»»

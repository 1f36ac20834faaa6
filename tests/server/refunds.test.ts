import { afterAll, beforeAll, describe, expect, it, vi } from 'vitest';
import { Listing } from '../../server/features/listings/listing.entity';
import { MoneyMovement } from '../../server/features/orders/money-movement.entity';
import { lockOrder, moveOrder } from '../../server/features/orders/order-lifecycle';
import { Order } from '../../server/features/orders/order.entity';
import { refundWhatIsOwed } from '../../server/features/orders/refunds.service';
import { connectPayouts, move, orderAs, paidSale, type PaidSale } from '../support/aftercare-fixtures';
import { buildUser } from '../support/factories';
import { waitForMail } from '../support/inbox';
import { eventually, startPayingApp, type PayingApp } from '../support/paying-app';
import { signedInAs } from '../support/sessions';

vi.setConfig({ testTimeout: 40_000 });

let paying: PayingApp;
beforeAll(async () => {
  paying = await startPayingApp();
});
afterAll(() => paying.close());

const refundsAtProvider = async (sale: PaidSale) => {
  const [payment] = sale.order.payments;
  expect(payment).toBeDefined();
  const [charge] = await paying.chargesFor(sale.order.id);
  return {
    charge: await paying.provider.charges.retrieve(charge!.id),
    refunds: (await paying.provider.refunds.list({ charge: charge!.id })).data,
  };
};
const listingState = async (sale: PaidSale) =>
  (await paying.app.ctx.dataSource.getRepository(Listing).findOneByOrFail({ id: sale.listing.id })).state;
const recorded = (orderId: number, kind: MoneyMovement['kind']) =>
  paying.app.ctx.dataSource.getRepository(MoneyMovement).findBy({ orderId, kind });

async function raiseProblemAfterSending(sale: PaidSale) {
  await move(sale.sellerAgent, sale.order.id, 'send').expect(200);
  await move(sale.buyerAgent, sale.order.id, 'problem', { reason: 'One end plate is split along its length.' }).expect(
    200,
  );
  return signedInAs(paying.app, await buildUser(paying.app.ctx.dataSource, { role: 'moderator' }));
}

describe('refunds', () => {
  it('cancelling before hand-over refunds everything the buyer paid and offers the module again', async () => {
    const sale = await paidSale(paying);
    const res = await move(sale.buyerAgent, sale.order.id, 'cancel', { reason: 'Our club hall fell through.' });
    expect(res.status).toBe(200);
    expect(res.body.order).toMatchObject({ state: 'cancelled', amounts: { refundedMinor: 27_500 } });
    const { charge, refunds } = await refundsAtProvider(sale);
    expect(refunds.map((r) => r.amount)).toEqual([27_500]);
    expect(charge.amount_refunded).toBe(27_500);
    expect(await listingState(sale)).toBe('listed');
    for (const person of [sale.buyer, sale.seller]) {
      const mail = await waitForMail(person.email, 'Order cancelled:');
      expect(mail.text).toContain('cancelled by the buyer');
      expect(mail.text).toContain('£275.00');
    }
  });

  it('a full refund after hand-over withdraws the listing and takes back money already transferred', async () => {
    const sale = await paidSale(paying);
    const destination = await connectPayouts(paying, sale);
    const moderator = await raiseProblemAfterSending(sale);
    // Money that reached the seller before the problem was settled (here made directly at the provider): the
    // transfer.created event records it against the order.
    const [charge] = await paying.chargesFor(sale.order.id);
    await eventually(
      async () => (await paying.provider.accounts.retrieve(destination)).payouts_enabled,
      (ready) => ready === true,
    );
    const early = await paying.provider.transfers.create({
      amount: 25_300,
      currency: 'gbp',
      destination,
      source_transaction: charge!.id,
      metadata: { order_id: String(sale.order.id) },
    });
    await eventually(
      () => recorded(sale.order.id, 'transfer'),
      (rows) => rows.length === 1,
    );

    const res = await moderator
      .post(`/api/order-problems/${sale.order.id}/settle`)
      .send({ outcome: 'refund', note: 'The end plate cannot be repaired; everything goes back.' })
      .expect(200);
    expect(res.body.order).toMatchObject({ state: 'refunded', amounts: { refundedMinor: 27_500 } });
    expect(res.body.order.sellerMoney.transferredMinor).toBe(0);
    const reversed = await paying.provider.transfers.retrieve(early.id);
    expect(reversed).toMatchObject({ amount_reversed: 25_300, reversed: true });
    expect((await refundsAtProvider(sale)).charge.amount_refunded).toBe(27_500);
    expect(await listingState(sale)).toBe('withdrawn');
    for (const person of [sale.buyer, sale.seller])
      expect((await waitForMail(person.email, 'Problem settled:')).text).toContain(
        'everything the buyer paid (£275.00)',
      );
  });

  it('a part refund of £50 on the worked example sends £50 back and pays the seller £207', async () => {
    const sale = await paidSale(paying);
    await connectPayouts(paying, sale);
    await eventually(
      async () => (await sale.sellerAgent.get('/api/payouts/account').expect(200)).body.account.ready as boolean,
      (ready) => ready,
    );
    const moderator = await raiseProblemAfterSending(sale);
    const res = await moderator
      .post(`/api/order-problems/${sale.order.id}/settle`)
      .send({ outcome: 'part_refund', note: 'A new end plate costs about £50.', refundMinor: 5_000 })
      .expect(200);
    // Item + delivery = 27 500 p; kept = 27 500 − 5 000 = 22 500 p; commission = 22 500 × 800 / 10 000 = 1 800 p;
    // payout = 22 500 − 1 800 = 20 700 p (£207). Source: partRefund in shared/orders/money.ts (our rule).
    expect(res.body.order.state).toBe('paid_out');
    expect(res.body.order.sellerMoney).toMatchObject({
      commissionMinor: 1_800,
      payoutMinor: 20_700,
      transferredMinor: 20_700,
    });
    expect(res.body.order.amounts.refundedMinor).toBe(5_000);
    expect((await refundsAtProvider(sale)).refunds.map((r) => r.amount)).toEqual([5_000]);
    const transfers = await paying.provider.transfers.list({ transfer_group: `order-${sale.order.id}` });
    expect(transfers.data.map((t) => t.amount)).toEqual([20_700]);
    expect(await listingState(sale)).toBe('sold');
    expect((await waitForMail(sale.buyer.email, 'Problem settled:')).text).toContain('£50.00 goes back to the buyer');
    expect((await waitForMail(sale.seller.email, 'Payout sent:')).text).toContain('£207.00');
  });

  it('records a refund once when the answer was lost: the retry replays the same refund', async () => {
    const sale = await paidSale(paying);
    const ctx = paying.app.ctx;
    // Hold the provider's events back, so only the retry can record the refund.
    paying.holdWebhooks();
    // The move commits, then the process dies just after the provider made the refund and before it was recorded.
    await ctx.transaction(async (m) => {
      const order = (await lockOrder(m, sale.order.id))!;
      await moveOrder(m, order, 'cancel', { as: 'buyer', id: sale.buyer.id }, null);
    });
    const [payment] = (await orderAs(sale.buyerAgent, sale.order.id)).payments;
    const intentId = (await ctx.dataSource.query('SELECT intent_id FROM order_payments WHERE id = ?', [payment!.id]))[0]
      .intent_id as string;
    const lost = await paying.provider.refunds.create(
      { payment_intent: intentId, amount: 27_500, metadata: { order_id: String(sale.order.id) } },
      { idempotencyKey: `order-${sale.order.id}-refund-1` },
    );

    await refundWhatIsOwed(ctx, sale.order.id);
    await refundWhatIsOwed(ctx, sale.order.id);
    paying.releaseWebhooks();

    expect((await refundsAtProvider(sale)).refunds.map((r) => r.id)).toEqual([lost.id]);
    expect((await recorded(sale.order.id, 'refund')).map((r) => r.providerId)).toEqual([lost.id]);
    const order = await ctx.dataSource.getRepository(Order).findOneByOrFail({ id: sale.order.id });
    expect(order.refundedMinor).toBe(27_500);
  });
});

««
»»

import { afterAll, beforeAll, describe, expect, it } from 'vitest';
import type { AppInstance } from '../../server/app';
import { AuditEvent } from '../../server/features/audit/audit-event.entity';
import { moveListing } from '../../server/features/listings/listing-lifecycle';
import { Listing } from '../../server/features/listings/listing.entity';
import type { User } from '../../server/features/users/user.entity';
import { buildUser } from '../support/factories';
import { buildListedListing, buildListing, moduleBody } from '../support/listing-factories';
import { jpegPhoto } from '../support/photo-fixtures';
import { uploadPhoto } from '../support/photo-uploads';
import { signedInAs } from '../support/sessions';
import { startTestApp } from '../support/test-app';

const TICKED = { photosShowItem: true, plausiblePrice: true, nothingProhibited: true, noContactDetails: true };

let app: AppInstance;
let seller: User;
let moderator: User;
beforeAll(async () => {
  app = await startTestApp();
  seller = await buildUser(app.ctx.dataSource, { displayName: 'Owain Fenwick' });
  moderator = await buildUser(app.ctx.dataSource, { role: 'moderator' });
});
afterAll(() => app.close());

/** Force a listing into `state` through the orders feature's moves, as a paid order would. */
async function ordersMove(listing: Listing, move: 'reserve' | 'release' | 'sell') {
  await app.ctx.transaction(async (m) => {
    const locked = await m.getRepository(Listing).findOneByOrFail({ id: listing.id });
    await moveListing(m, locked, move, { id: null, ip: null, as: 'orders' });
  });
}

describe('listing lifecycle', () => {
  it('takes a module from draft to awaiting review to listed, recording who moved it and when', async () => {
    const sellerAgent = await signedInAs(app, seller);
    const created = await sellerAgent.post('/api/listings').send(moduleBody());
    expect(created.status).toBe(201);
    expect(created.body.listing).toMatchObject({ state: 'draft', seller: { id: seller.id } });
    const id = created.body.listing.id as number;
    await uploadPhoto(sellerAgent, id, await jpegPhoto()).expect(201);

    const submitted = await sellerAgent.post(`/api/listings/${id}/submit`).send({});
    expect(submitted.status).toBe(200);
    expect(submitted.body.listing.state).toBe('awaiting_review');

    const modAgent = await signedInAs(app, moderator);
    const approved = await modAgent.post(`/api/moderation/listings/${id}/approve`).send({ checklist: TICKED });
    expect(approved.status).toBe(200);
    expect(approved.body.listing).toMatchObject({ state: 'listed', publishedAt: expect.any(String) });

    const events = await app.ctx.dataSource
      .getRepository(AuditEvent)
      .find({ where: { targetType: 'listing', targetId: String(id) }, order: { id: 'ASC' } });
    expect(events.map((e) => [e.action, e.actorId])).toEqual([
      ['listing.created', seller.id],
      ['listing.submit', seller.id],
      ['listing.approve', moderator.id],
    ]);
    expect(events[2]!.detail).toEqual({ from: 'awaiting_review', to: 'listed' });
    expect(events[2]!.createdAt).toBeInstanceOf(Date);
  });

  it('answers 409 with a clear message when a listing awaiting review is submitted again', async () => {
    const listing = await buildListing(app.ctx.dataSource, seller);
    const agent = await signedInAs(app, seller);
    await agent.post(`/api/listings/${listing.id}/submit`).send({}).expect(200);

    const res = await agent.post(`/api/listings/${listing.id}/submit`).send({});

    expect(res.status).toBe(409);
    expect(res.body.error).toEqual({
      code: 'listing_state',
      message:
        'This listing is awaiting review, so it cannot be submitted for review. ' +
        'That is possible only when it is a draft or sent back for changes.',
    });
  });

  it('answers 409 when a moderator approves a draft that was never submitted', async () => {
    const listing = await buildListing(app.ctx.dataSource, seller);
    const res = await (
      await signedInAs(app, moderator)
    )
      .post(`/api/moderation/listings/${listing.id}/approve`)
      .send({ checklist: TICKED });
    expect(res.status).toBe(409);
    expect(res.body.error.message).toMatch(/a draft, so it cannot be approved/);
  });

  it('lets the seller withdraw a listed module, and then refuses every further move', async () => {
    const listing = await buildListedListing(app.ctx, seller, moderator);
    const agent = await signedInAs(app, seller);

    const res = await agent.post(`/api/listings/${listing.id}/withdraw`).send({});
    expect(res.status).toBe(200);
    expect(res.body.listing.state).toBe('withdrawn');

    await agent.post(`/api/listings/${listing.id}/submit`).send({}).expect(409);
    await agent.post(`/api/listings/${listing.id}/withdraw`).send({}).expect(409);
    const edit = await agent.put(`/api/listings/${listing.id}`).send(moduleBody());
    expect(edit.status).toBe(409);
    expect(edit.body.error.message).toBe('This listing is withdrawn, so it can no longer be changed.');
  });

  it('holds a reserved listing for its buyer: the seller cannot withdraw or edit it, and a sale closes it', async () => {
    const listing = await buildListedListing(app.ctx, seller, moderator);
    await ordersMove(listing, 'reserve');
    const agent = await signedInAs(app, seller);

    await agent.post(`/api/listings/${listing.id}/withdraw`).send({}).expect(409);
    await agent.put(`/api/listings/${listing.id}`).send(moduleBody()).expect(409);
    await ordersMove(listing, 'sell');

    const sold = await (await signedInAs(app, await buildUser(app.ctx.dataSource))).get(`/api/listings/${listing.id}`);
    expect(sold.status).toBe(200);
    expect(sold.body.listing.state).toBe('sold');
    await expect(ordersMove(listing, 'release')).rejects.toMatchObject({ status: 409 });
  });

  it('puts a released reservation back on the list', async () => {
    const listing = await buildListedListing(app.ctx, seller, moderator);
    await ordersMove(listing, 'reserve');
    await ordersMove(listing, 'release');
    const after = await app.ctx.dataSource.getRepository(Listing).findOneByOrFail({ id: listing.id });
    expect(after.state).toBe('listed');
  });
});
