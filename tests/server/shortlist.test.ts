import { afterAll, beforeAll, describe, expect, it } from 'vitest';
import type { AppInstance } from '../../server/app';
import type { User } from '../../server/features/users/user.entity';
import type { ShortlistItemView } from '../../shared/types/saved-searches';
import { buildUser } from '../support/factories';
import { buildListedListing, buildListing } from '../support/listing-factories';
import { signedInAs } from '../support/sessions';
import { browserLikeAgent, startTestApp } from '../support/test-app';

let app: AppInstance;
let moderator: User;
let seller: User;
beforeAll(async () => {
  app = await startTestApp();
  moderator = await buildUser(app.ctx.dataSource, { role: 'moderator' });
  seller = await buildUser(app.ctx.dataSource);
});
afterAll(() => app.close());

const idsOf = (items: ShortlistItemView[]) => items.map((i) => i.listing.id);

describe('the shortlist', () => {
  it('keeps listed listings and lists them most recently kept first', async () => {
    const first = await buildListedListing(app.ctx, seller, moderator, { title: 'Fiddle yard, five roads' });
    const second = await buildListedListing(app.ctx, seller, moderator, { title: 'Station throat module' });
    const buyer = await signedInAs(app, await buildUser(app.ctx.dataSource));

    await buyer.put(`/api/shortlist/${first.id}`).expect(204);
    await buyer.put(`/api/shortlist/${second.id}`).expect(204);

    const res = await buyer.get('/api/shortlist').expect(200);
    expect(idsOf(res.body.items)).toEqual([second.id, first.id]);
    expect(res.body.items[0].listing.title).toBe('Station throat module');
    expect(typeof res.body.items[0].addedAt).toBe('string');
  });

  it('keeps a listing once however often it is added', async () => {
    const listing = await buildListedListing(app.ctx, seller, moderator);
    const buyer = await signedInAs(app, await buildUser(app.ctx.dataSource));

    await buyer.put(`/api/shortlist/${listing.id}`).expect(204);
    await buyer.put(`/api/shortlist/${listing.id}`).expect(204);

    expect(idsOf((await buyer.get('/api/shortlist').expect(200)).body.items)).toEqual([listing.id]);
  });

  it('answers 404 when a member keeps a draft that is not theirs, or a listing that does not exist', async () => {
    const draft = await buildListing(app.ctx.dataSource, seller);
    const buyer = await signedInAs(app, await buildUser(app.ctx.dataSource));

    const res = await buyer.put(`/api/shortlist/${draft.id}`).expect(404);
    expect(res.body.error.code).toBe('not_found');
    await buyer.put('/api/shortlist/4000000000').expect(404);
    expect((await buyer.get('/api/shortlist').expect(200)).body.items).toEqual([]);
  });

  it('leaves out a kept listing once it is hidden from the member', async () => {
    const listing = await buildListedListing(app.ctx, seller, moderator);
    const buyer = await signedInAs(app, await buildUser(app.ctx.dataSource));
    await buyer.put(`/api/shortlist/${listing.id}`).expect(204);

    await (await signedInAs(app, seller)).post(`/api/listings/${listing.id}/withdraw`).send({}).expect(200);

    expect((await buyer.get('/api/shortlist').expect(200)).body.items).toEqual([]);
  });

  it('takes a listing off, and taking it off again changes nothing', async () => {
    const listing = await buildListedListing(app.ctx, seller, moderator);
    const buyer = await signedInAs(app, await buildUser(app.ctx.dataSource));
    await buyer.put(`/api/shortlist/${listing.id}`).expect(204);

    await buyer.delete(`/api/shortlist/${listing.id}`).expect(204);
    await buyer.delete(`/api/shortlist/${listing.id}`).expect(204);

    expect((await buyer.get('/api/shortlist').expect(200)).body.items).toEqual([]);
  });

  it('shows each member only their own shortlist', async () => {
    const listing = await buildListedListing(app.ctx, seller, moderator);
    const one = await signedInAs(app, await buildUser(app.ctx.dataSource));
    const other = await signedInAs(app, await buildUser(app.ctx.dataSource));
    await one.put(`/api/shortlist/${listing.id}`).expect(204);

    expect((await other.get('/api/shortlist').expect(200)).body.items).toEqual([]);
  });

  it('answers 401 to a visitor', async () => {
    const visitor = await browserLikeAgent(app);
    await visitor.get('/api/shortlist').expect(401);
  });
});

««
»»

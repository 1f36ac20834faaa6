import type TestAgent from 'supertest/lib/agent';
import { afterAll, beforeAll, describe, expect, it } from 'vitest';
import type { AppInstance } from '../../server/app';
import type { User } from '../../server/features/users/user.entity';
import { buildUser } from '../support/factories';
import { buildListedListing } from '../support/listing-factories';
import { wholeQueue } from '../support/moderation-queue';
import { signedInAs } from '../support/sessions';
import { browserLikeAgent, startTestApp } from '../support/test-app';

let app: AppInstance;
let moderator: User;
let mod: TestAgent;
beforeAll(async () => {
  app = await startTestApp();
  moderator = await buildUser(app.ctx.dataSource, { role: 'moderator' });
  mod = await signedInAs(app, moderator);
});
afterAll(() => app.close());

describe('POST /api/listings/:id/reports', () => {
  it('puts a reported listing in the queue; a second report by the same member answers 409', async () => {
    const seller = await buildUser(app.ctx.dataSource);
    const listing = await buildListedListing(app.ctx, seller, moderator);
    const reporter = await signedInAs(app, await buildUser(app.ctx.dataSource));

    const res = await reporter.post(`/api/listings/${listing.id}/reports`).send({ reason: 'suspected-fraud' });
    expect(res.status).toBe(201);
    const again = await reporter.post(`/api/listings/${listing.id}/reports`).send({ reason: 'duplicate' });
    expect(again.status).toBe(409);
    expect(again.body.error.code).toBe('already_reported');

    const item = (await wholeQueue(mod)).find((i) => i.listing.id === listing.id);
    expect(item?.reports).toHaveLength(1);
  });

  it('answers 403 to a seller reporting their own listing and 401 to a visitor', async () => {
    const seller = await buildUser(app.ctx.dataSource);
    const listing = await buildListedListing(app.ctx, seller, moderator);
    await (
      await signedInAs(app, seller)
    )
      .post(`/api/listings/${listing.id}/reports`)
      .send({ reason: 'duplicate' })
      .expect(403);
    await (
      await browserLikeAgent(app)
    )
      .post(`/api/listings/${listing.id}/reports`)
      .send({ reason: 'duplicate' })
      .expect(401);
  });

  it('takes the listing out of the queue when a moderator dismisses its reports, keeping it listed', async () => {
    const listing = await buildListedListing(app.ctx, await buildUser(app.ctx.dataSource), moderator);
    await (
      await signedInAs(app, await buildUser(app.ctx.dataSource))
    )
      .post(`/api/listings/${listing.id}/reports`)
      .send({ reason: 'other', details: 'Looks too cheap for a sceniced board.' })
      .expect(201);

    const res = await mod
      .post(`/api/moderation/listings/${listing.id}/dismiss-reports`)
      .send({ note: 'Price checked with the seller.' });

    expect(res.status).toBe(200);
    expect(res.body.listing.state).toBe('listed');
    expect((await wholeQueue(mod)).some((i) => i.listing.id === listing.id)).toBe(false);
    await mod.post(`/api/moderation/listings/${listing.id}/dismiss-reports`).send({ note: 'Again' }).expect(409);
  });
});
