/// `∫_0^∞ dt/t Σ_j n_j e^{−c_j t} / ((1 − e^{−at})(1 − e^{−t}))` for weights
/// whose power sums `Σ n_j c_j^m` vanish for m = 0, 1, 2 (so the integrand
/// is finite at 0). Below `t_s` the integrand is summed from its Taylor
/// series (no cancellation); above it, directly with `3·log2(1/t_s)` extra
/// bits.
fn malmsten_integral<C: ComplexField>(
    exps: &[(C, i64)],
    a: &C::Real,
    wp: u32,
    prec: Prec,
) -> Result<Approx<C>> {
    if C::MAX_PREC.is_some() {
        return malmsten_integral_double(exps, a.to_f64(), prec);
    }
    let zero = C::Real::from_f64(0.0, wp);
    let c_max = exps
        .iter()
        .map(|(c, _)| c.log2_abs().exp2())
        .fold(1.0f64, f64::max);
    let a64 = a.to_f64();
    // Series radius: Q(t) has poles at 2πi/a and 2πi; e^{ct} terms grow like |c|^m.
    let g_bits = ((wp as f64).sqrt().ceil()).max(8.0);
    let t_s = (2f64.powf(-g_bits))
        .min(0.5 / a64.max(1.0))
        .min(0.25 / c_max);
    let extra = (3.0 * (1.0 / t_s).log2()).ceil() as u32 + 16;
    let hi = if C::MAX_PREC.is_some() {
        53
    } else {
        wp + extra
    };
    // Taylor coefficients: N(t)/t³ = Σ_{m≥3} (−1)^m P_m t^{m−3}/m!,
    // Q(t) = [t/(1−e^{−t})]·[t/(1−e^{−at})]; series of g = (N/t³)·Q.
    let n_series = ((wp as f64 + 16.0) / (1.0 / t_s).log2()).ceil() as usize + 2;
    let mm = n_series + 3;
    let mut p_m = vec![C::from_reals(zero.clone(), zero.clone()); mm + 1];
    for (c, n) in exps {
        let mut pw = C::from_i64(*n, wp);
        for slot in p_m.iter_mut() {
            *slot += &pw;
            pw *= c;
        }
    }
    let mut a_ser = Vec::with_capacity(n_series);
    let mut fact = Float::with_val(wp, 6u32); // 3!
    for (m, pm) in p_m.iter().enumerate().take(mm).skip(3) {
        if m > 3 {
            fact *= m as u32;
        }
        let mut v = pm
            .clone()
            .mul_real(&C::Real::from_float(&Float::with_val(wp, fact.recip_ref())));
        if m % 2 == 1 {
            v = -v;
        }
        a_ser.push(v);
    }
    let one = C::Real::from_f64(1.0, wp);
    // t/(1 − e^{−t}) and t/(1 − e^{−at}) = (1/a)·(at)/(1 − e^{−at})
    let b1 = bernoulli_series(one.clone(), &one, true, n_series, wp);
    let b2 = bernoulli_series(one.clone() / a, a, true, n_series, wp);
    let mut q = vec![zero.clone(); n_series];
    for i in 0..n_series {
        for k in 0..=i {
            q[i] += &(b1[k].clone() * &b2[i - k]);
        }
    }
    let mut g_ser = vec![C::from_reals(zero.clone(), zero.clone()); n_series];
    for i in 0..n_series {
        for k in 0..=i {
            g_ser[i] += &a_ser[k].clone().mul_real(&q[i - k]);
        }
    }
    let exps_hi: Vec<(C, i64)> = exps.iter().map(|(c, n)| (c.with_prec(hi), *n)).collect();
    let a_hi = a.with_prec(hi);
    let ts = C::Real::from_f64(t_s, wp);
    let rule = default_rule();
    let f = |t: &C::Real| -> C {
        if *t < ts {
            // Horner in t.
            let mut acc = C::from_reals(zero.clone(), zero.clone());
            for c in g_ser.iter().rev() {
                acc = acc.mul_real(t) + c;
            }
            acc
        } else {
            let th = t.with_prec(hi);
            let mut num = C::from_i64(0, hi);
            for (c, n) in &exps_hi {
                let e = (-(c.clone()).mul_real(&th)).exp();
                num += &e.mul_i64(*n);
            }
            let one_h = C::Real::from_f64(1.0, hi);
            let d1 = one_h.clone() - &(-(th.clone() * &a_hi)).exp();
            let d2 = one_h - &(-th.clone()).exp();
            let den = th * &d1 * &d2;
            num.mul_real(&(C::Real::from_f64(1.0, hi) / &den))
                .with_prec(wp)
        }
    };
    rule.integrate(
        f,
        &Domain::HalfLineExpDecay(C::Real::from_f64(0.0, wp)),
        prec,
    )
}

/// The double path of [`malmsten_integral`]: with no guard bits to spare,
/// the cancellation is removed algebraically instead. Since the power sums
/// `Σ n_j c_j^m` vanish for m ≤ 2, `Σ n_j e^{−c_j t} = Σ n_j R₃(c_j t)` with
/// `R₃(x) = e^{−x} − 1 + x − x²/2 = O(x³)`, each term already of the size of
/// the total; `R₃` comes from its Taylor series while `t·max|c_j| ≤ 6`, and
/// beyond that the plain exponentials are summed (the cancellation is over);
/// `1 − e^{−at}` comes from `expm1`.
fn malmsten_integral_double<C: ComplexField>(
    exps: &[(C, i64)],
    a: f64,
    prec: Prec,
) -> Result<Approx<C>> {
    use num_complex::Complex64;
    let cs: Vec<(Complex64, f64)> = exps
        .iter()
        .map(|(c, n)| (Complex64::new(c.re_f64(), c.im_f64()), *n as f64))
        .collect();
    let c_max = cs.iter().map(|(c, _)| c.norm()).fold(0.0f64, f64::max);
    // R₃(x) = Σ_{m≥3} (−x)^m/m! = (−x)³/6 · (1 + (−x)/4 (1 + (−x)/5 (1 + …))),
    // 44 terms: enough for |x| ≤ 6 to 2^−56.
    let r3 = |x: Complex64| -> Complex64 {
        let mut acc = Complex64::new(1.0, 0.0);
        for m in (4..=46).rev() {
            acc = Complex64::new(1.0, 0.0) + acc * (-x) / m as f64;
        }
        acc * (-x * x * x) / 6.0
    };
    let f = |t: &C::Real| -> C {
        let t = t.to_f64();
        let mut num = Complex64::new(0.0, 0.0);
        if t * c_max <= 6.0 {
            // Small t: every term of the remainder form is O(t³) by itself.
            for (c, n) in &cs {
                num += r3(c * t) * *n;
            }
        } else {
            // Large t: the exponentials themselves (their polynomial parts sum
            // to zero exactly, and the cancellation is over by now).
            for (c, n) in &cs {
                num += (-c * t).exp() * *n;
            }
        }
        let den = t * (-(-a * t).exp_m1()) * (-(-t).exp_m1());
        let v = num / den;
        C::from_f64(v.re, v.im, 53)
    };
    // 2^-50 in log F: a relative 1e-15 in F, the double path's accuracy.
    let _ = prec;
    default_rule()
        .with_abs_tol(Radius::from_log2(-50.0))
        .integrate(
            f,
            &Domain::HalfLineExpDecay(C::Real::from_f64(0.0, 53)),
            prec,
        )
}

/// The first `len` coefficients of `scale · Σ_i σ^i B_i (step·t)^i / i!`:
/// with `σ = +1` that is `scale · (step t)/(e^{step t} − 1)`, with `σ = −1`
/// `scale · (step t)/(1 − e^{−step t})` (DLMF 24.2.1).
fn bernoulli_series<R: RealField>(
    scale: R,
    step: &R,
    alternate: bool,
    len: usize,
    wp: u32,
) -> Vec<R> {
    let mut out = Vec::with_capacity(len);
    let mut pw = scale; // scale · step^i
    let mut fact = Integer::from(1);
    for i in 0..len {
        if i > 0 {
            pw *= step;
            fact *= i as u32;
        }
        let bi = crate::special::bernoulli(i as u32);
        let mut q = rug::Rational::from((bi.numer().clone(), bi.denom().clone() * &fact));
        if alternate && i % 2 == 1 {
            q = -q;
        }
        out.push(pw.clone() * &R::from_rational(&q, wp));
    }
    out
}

««

▶ [YOUR GOAL]: Among the lines above, show every one that contains the string "items".

▶ [SOLUTION]:
const idsOf = (items: ShortlistItemView[]) => items.map((i) => i.listing.id);
    expect(idsOf(res.body.items)).toEqual([second.id, first.id]);
    expect(res.body.items[0].listing.title).toBe('Station throat module');
    expect(typeof res.body.items[0].addedAt).toBe('string');
    expect(idsOf((await buyer.get('/api/shortlist').expect(200)).body.items)).toEqual([listing.id]);
    expect((await buyer.get('/api/shortlist').expect(200)).body.items).toEqual([]);
    expect((await buyer.get('/api/shortlist').expect(200)).body.items).toEqual([]);
    expect((await buyer.get('/api/shortlist').expect(200)).body.items).toEqual([]);
    expect((await other.get('/api/shortlist').expect(200)).body.items).toEqual([]);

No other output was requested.